Considering the institution’s strategic goal to incorporate more high-impact practices (HIPs) this academic year, the instructor focused on student success for collaborative assignments, one of several HIPs for teamwork in higher education (Kuh, 2008).  Incorporating collaborative approaches strengthened the learning experience and increased student achievement. Therefore, the team efforts provided a significant and enriched learning experience in alignment with the core focus of HIPs in higher education (Kuh, 2008). Assessment of this new pedagogical approach indicated that most of the students used AI tools for their assignments and class projects at least half of the time. Almost all the students used ChatGPT, with just a few having used multiple tools such as Gemini, Claude, and Poe. Students used AI to troubleshoot, find procedures, brainstorm, code, and answer questions. Results also indicated that most students caught AI giving incorrect information and most preferred to use AI tools and the instructor as a resource. Therefore, the exploration, incorporation, and implementation of AI technology into the computer science curriculum provided many benefits for undergraduate students. Students gained new perspectives when utilizing AI to clarify concepts and the application to computer science. AI tools proved successful in exploring alternative approaches to programming. The overall assessment of student performance indicated that students were meeting the benchmark for brainstorming with AI to generate initial ideas and applying AI in solving technical problems. Another observation included drawbacks to AI such as the potential for student overreliance on AI. Overall, the assessment of this new pedagogical approach, with special emphasis on teamwork, revealed increased student achievement in cybersecurity topics and its applications to real-life situations. 

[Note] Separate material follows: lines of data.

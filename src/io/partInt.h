/*
** io/partInt.h -- what the part writer (io/part_write.c) and reader
** (io/part_read.c) agree on beyond part.h: the reserved part_info keys.
**
** On disk (GeoPackage 1.2, every table an 'attributes' row of
** gpkg_contents, every integer a signed 64-bit SQLite integer holding the
** uint64_t's bits):
**   part_info     (id INTEGER PRIMARY KEY, key TEXT UNIQUE, value TEXT)
**   part_layers   (id = position + 1, name, path, format, crs, read)
**   part_fields   (id, layer = part_layers.id, name, type, width, decimals)
**                 in field order
**   part_files    (id, role, path, sha256, bytes)
**   part_features (bid INTEGER PRIMARY KEY, shared 0/1, data BLOB)
**                 data = st_feature_encode of the feature, whose bid is
**                 the row's
**   part_findings (seq INTEGER PRIMARY KEY, bid, code, severity, message,
**                 x, y) with severity the st_severity value, x/y NULL for
**                 NaN (SQLite keeps every other double except the sign of
**                 a zero: -0.0 reads back as 0.0)
**   part_unmapped (id, field, value, count)
** Keys starting with "part_" in part_info are the writer's own; the caller
** cannot set them.
*/
#ifndef STOCKTAKE_PART_INT_H
#define STOCKTAKE_PART_INT_H

#define PART_KEY_PREFIX "part_"
#define PART_KEY_FORMAT "part_format"             /* ST_PART_FORMAT_VERSION */
#define PART_KEY_FEATURES "part_features"         /* rows of part_features */
#define PART_KEY_FINDINGS "part_findings"         /* rows of part_findings */
#define PART_KEY_UNMAPPED "part_unmapped"         /* rows of part_unmapped */
#define PART_KEY_DROPPED "part_unmapped_dropped"  /* values not counted */

#endif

Future Directions for Continuous Improvement

The findings above revealed new ideas to enhance skills related to the application of AI. In upcoming iterations of this course, students will 1) utilize AI as a source of academic assistance by generating study guides and quizzes to assess comprehension; 2) compare various LLMs to gauge their effectiveness in the context of cybersecurity; 3) set up their own private environments to analyze potentially unsanitized server logs and other sensitive files to detect patterns and anomalies in a secure manner; 4) write programs that interact with LLMs via Application Programming Interfaces (APIs) to provide appropriate commands to conduct penetration testing; and 5) continue to be challenged to identify AI-generated inaccuracies.

Conclusion

This first inclusion of AI in this cybersecurity course showcased its effectiveness in clarifying concepts, enhancing programming, brainstorming concepts, and troubleshooting technical problems. Although there were some minor issues, overall assessment revealed that the learning experience was enhanced by the incorporation of AI. These efforts aligned well with the strategic goals of faculty-driven improvements for program offerings and the implementation of HIPs in the computer science curriculum. Moreover, these initiatives supported the institutional mission to provide relevant and relatable learning opportunities to enhance both career readiness in computer science and leadership within their profession.